No Sudeste Asiático, na Austrália, no sul da África e em áreas do Norte e Nordeste do Brasil, o fenômeno costuma favorecer períodos mais secos. Já no Sul do Brasil, o El Niño tende a aumentar o volume de chuvas, elevando o risco de enchentes.
Em 2015, o fenômeno contribuiu para uma seca histórica na Amazônia, enquanto o Sul registrou chuvas intensas e alagamentos.
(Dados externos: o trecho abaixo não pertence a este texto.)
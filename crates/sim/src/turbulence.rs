//! Dryden turbulence, low-altitude forms of MIL-F-8785C / MIL-HDBK-1797, and the seeded
//! random numbers that drive it.
//!
//! `H_u(s) = σu·√(2Lu/(πV)) / (1 + (Lu/V)s)`,
//! `H_w(s) = σw·√(Lw/(πV))·(1 + √3(Lw/V)s) / (1 + (Lw/V)s)²`, driven by white noise of
//! autocorrelation π·δ(τ), so that each gust has variance σ². Below 1000 ft (h in feet):
//! `Lw = h`, `Lu = h/(0.177 + 0.000823h)^1.2`, `σw = 0.1·W20`, `σu = σw/(0.177 + 0.000823h)^0.4`,
//! with W20 the wind speed at 20 ft (15, 30, 45 kt for light, moderate, severe). The forms
//! are used up to 1000 ft and held there above (the scenarios fly below it).
//!
//! Discretisation: `H_u` is first order, so its exact discrete equivalent is a sampled
//! Ornstein–Uhlenbeck process `x ← a·x + σ·√(1 − a²)·n` with `a = exp(−dt·V/L)`. `H_w` is the
//! cascade of two first-order stages `x₁ = n/(1 + Ts)`, `x₂ = x₁/(1 + Ts)` with output
//! `K·(√3·x₁ + (1 − √3)·x₂)`; the first stage is sampled exactly the same way, the second
//! integrates the first exactly over each step (first-order hold is not needed at the steps
//! used, dt ≪ T).

/// Feet per metre.
const FT: f64 = 1.0 / 0.3048;
/// Metres per second per knot.
const KT: f64 = 0.514_444_444;

/// splitmix64 random numbers with Gaussian samples (Box–Muller), deterministic from a seed.
#[derive(Clone, Debug)]
pub struct Noise {
    state: u64,
    spare: Option<f64>,
}

impl Noise {
    /// A generator from a seed.
    pub fn new(seed: u64) -> Noise {
        Noise {
            state: seed ^ 0x5DEE_CE66_D1CE_4E5B,
            spare: None,
        }
    }

    /// Next 64 random bits.
    pub fn next_u64(&mut self) -> u64 {
        self.state = self.state.wrapping_add(0x9E37_79B9_7F4A_7C15);
        let mut z = self.state;
        z = (z ^ (z >> 30)).wrapping_mul(0xBF58_476D_1CE4_E5B9);
        z = (z ^ (z >> 27)).wrapping_mul(0x94D0_49BB_1331_11EB);
        z ^ (z >> 31)
    }

    /// Uniform in (0, 1).
    pub fn uniform(&mut self) -> f64 {
        ((self.next_u64() >> 11) as f64 + 0.5) / (1u64 << 53) as f64
    }

    /// Uniform in [lo, hi].
    pub fn between(&mut self, lo: f64, hi: f64) -> f64 {
        lo + (hi - lo) * self.uniform()
    }

    /// A standard normal sample.
    pub fn gaussian(&mut self) -> f64 {
        if let Some(s) = self.spare.take() {
            return s;
        }
        let (u1, u2) = (self.uniform(), self.uniform());
        let r = libm::sqrt(-2.0 * libm::log(u1));
        let t = 2.0 * std::f64::consts::PI * u2;
        self.spare = Some(r * libm::sin(t));
        r * libm::cos(t)
    }
}

/// Intensity and scale lengths at one altitude.
#[derive(Clone, Copy, Debug, PartialEq)]
pub struct DrydenParams {
    /// σ of the longitudinal gust, m/s.
    pub sigma_u: f64,
    /// σ of the vertical gust, m/s.
    pub sigma_w: f64,
    /// Longitudinal scale length, m.
    pub length_u: f64,
    /// Vertical scale length, m.
    pub length_w: f64,
}

/// The low-altitude Dryden parameters for wind speed `w20` (m/s, at 20 ft) at altitude `h` (m).
pub fn dryden_params(w20: f64, h: f64) -> DrydenParams {
    let hf = (h * FT).clamp(10.0, 1000.0);
    let k = 0.177 + 0.000823 * hf;
    let sigma_w = 0.1 * w20;
    DrydenParams {
        sigma_u: sigma_w / libm::pow(k, 0.4),
        sigma_w,
        length_u: hf / libm::pow(k, 1.2) / FT,
        length_w: hf / FT,
    }
}

/// The wind speed at 20 ft of a named intensity (MIL-F-8785C: 15, 30, 45 kt).
pub fn w20_of(intensity: &str) -> Option<f64> {
    match intensity {
        "none" => Some(0.0),
        "light" => Some(15.0 * KT),
        "moderate" => Some(30.0 * KT),
        "severe" => Some(45.0 * KT),
        _ => None,
    }
}

/// The gust filters' state.
#[derive(Clone, Debug)]
pub struct Dryden {
    w20: f64,
    params: Option<(f64, DrydenParams)>,
    u: f64,
    w1: f64,
    w2: f64,
    noise: Noise,
}

impl Dryden {
    /// Turbulence of wind speed `w20` (m/s at 20 ft), started at rest.
    pub fn new(w20: f64, seed: u64) -> Dryden {
        Dryden {
            w20,
            params: None,
            u: 0.0,
            w1: 0.0,
            w2: 0.0,
            noise: Noise::new(seed),
        }
    }

    /// Advances the gusts by `dt` at airspeed `v` and altitude `h`; returns (u_g, w_g) in m/s.
    pub fn step(&mut self, dt: f64, v: f64, h: f64) -> (f64, f64) {
        if self.w20 <= 0.0 {
            return (0.0, 0.0);
        }
        // the parameters change with altitude only slowly: recomputed per metre
        let p = match self.params {
            Some((h0, p)) if (h0 - h).abs() < 1.0 => p,
            _ => {
                let p = dryden_params(self.w20, h);
                self.params = Some((h, p));
                p
            }
        };
        let v = v.max(1.0);
        let au = libm::exp(-dt * v / p.length_u);
        self.u = au * self.u + p.sigma_u * libm::sqrt(1.0 - au * au) * self.noise.gaussian();
        // vertical: unit-variance first stage, exact second stage over the step
        let tw = p.length_w / v;
        let aw = libm::exp(-dt / tw);
        let x1_old = self.w1;
        self.w1 = aw * self.w1 + libm::sqrt(1.0 - aw * aw) * self.noise.gaussian();
        let x1_mid = 0.5 * (x1_old + self.w1);
        self.w2 = aw * self.w2 + (1.0 - aw) * x1_mid;
        // the cascade's output; the factor makes its variance σw² (the stages have variances
        // 1 and 1/2 and covariance 1/2, so √3·x₁ + (1 − √3)·x₂ has variance
        // 3 + (1 − √3)²/2 + √3·(1 − √3) = 2: hence σw/√2)
        let s3 = 3f64.sqrt();
        let out = p.sigma_w / 2f64.sqrt() * (s3 * self.w1 + (1.0 - s3) * self.w2);
        (self.u, out)
    }
}

#[cfg(test)]
mod tests {
    use super::*;

    #[test]
    fn low_altitude_parameters_match_the_handbook_example() {
        // MIL-F-8785C low-altitude forms, W20 = 15 kt at h = 50 m (checkvalues §6, from memory)
        let p = dryden_params(w20_of("light").unwrap(), 50.0);
        assert!((p.sigma_w - 0.771_667).abs() < 1e-5, "{p:?}");
        assert!((p.sigma_u - 1.229_601).abs() < 1e-5, "{p:?}");
        assert!((p.length_w - 50.0).abs() < 1e-9);
        assert!((p.length_u - 202.290).abs() < 1e-3, "{p:?}");
    }

    #[test]
    fn the_shaping_filters_have_unit_gain_over_frequency() {
        // ∫₀^∞ |H(jω)|² dω = σ² for the forms above driven by noise of autocorrelation π·δ
        // (checkvalues §6): trapezoid rule on a log grid
        let (sigma, l, v) = (1.3, 120.0, 20.0);
        let t = l / v;
        let hu =
            |w: f64| sigma * sigma * 2.0 * l / (std::f64::consts::PI * v) / (1.0 + (t * w).powi(2));
        let hw = |w: f64| {
            sigma * sigma * l / (std::f64::consts::PI * v) * (1.0 + 3.0 * (t * w).powi(2))
                / (1.0 + (t * w).powi(2)).powi(2)
        };
        for h in [&hu as &dyn Fn(f64) -> f64, &hw] {
            let mut total = 0.0;
            let n = 200_000;
            for i in 0..n {
                let (a, b) = (1e-6 * 1.0001f64.powi(i), 1e-6 * 1.0001f64.powi(i + 1));
                total += 0.5 * (h(a) + h(b)) * (b - a);
            }
            assert!(
                (total - sigma * sigma).abs() / (sigma * sigma) < 2e-3,
                "{total}"
            );
        }
    }

    #[test]
    fn simulated_gusts_have_the_declared_variance() {
        let mut d = Dryden::new(w20_of("moderate").unwrap(), 3);
        let p = dryden_params(w20_of("moderate").unwrap(), 100.0);
        let (mut su, mut sw, mut n) = (0.0, 0.0, 0.0);
        for k in 0..4_000_000 {
            let (u, w) = d.step(0.01, 20.0, 100.0);
            if k > 10_000 {
                su += u * u;
                sw += w * w;
                n += 1.0;
            }
        }
        let (vu, vw) = ((su / n).sqrt(), (sw / n).sqrt());
        assert!(
            (vu - p.sigma_u).abs() / p.sigma_u < 0.05,
            "{vu} vs {}",
            p.sigma_u
        );
        assert!(
            (vw - p.sigma_w).abs() / p.sigma_w < 0.05,
            "{vw} vs {}",
            p.sigma_w
        );
    }
}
Em 2023, o padrão voltou a se repetir, com crise hídrica nos rios Negro e Madeira, além de eventos extremos no Rio Grande do Sul.
Em entrevista anterior ao Jornal Opção, o gerente do Centro de Informações Meteorológicas e Hidrológicas de Goiás (Cimehgo), André Amorim, afirmou que Goiás tem se preparado para lidar com os dois extremos climáticos por meio da Operação Cerrado Vivo, desenvolvida pela Defesa Civil e pelo Corpo de Bombeiros Militar.
Amorim reforçou, no entanto, que a conscientização da população é essencial para reduzir os impactos do período seco. Entre os cuidados, ele destacou a economia de água e a prevenção de incêndios florestais. “A pessoa pensa que está ajudando fazendo uma limpeza do local [colocando fogo no mato seco], mas ela causa um grande problema, com fuligem e poluição atmosférica. Isso só traz problemas”, afirmou.
Segundo ele, as mudanças climáticas têm intensificado a frequência e a força desses fenômenos, especialmente pelo aquecimento das águas oceânicas. “Há uma aceleração do aparecimento desses fenômenos e eles ficam cada vez mais extremos”, completou.